Collected data -
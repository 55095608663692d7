"""``swathe schedule -o`` of a schedule near the sample budget: time and peak memory.

An invented parcel hall (40 x 16 m, walls only) with two routes: a swerve cart's loop and a
tug towing two carts. Each route is scheduled at the time step that gives just under
:data:`kinematics.timing.schedule.MAX_SAMPLES` samples (the same ``--dt`` for both ways):

- figure: ``python -m app.cli schedule ... --dt DT -o FILE`` (JSON, and ``--format csv
  --samples``), the samples written a block at a time;
- baseline: a child that builds the same schedule and writes the row-at-a-time text
  (``jsonio.dumps(schedule_to_dict(s))``, every sample a dict through ``json``; for CSV a
  csv-module row per sample), the encoders the block writer replaced.

Both are fresh processes, run in turn; time is wall clock, memory the child's peak resident
set (``os.wait4``). The figure and baseline files are compared byte for byte. Targets: JSON
within 0.33x the baseline's time and under 0.5 GB peak.

Usage: ``nice -n 5 python bench/bench_schedule.py [--quick]`` (or ``bench/run.py --only
schedule``).
"""

from __future__ import annotations

import json
import os
import statistics
import subprocess
import sys
import tempfile
import time
from pathlib import Path

ROOT = Path(__file__).resolve().parent.parent
if __name__ == "__main__":
    sys.path.insert(0, str(ROOT))

TIME_TARGET = 0.33
PEAK_TARGET_MB = 500.0

_BASELINE = r"""
import csv, io, math, sys
from kinematics.files.jsonio import dumps
from kinematics.files.project import load_project
from kinematics.plan.planner import plan_route
from kinematics.timing.schedule import (build_schedule, sample_curvature, schedule_to_dict,
    trailer_sample_cells)
proj, route, dt, fmt, out = sys.argv[1:6]
p = load_project(proj)
r = p.route(route)
c = p.chassis_for(r)
s = build_schedule(r.name, list(plan_route(r, c).segments), c, dt_s=float(dt),
                   zones=p.floorplan.zones, route=r)
if fmt == "json":
    text = dumps(schedule_to_dict(s))
else:  # the rows only, one csv-module row per sample as they were written before
    buf = io.StringIO()
    w = csv.writer(buf, lineterminator="\n")
    sm = s.samples
    curv = sample_curvature(s)
    for k in range(sm.t_s.size):
        cells = [float(sm.t_s[k]), int(sm.segment[k]), float(sm.station_m[k]),
                 float(sm.x[k]), float(sm.y[k]), math.degrees(float(sm.heading_rad[k])),
                 float(sm.v_mps[k]), math.degrees(float(sm.omega_radps[k])), float(curv[k])]
        cells += [float(sm.rate_radps[n][k]) for n in s.drive.wheel_names]
        cells += [math.degrees(float(sm.angle_rad[n][k])) for n in s.drive.steered_wheels]
        cells += trailer_sample_cells(s, k)
        w.writerow([f"{v:.9g}" if isinstance(v, float) else str(v) for v in cells])
    text = buf.getvalue()
with open(out, "w", encoding="utf-8", newline="") as fh:
    fh.write(text)
"""


def _hall() -> dict:
    wall = {"points": [[0, 0], [40, 0], [40, 16], [0, 16], [0, 0]], "thickness_m": 0.3}
    return {"swathe_floorplan": 1, "name": "parcel hall (invented)", "walls": [wall]}


def _project(tmp: Path, kind: str) -> Path:
    (tmp / "hall.floor.json").write_text(json.dumps(_hall()))
    loop = [[4, 4, 0], [34, 4], [34, 12], [6, 12], [6, 6]]
    if kind == "swerve":
        chassis = {"name": "swerve cart", "drive": "swerve", "wheel_radius_m": 0.1,
                   "wheelbase_m": 0.9, "track_m": 0.6, "max_speed_mps": 1.0,
                   "max_accel_mps2": 0.5, "max_wheel_rate_radps": 12.0,
                   "footprint": [[-0.65, -0.4], [0.65, -0.4], [0.65, 0.4], [-0.65, 0.4]]}
        route = {"name": "loop", "waypoints": loop, "turn_radius_m": 1.5}
    else:
        cart = [[-0.45, -0.3], [0.4, -0.3], [0.4, 0.3], [-0.45, 0.3]]
        chassis = {"name": "tug", "drive": "differential", "wheel_radius_m": 0.1,
                   "track_m": 0.46, "max_speed_mps": 0.8, "max_accel_mps2": 0.3,
                   "max_wheel_rate_radps": 10.0,
                   "footprint": [[-0.25, -0.28], [0.55, -0.28], [0.55, 0.28], [-0.25, 0.28]],
                   "trailers": [{"name": "cart a", "hitch_x_m": -0.35, "drawbar_m": 0.75,
                                 "footprint": cart},
                                {"name": "cart b", "hitch_x_m": -0.55, "drawbar_m": 0.7,
                                 "footprint": cart}]}
        route = {"name": "loop", "waypoints": loop, "turn_radius_m": 1.5}
    p = tmp / f"{kind}.swathe.json"
    p.write_text(json.dumps({"swathe_project": 1, "floorplan": "hall.floor.json",
                             "chassis": chassis, "routes": [route]}))
    return p


def _dt_for(project: Path, samples: int) -> float:
    """The time step that gives about ``samples`` samples on the project's route."""
    from kinematics.files.project import load_project
    from kinematics.plan.planner import plan_route
    from kinematics.timing.schedule import build_schedule

    p = load_project(project)
    r = p.routes[0]
    c = p.chassis_for(r)
    s = build_schedule(r.name, list(plan_route(r, c).segments), c, dt_s=0.1)
    return s.profile.total_time_s / (samples - 2 * len(s.profile.segments) - 2)


# A small process between the bench and the measured child: Linux counts the resident set a
# process had when it forked or exec'd in its peak, so the bench's own memory must not be the
# measured child's parent.
_SHIM = (
    "import os, subprocess, sys\n"
    "p = subprocess.Popen(sys.argv[2:], stdout=subprocess.DEVNULL)\n"
    "_, st, ru = os.wait4(p.pid, 0)\n"
    "open(sys.argv[1], 'w').write(f'{ru.ru_maxrss} {os.waitstatus_to_exitcode(st)}')\n"
)


def _child(args: list[str], report: Path) -> tuple[float, float]:
    """Wall time (s) and peak resident set (MB) of one child process."""
    env = dict(os.environ, PYTHONPATH=str(ROOT))
    t0 = time.perf_counter()
    out = subprocess.run([sys.executable, "-c", _SHIM, str(report), *args], env=env,
                         cwd=str(ROOT), capture_output=True, text=True)
    dt = time.perf_counter() - t0
    kb, code = (int(v) for v in report.read_text().split())
    if out.returncode or code not in (0, 1):
        raise RuntimeError(f"{args[:4]}: exit {code}: {out.stderr.strip()[-300:]}")
    return dt, kb / 1024.0  # Linux: kilobytes


def run(quick: bool = False) -> list[dict]:
    from kinematics.timing.schedule import MAX_SAMPLES

    samples = 40_000 if quick else int(0.975 * MAX_SAMPLES)
    rounds = 1 if quick else 2
    tmp = Path(tempfile.mkdtemp(prefix="swathe-bench-schedule-"))
    py = sys.executable
    rows: list[dict] = []
    for kind in ("swerve", "train"):
        proj = _project(tmp, kind)
        dt = f"{_dt_for(proj, samples):.12g}"
        for fmt in ("json", "csv"):
            fast_out, slow_out = tmp / f"{kind}.fast.{fmt}", tmp / f"{kind}.slow.{fmt}"
            extra = ["--format", "csv", "--samples"] if fmt == "csv" else []
            fast, slow = [], []
            for _ in range(rounds):
                fast.append(_child([py, "-m", "app.cli", "schedule", str(proj), "--route",
                                    "loop", "--dt", dt, *extra, "-o", str(fast_out)], tmp / "rss"))
                slow.append(_child([py, "-c", _BASELINE, str(proj), "loop", dt, fmt,
                                    str(slow_out)], tmp / "rss"))
            if fmt == "json":
                same = fast_out.read_bytes() == slow_out.read_bytes()
            else:  # the baseline wrote rows only: compare them with the file's rows
                body = [x for x in fast_out.read_text(encoding="utf-8").split("\n")
                        if x and not x.startswith("#")][1:]
                same = body == [x for x in slow_out.read_text(encoding="utf-8").split("\n")
                                if x]
            n_rows = sum(1 for _ in open(fast_out, encoding="utf-8"))
            t_f = statistics.median(t for t, _ in fast)
            t_s = statistics.median(t for t, _ in slow)
            m_f = max(m for _, m in fast)
            m_s = max(m for _, m in slow)
            name = f"schedule {fmt} {kind} ~{samples // 1000}k samples"
            rows.append({"name": f"{name}: time", "value": t_f, "unit": "s", "baseline": t_s,
                         "ratio": t_f / t_s, "target": TIME_TARGET if fmt == "json" else None,
                         "ok": (t_f / t_s <= TIME_TARGET and same) if fmt == "json" else None,
                         "spread": f"same bytes: {same}; {n_rows} lines"})
            rows.append({"name": f"{name}: peak RSS", "value": m_f, "unit": "MB",
                         "baseline": m_s, "ratio": m_f / m_s,
                         "target": PEAK_TARGET_MB if fmt == "json" else None,
                         "ok": m_f <= PEAK_TARGET_MB if fmt == "json" else None})
    return rows


if __name__ == "__main__":
    for row in run(quick="--quick" in sys.argv):
        print(row)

Problem - In the records above, the line with "buf = io.StringIO()" marks the start and the line with "cells += [math.degrees(float(sm.angle_rad[n][k]))" marks the end; copy that stretch exactly, both lines included, and nothing else.

Exercise result -
    buf = io.StringIO()
    w = csv.writer(buf, lineterminator="\n")
    sm = s.samples
    curv = sample_curvature(s)
    for k in range(sm.t_s.size):
        cells = [float(sm.t_s[k]), int(sm.segment[k]), float(sm.station_m[k]),
                 float(sm.x[k]), float(sm.y[k]), math.degrees(float(sm.heading_rad[k])),
                 float(sm.v_mps[k]), math.degrees(float(sm.omega_radps[k])), float(curv[k])]
        cells += [float(sm.rate_radps[n][k]) for n in s.drive.wheel_names]
        cells += [math.degrees(float(sm.angle_rad[n][k])) for n in s.drive.steered_wheels]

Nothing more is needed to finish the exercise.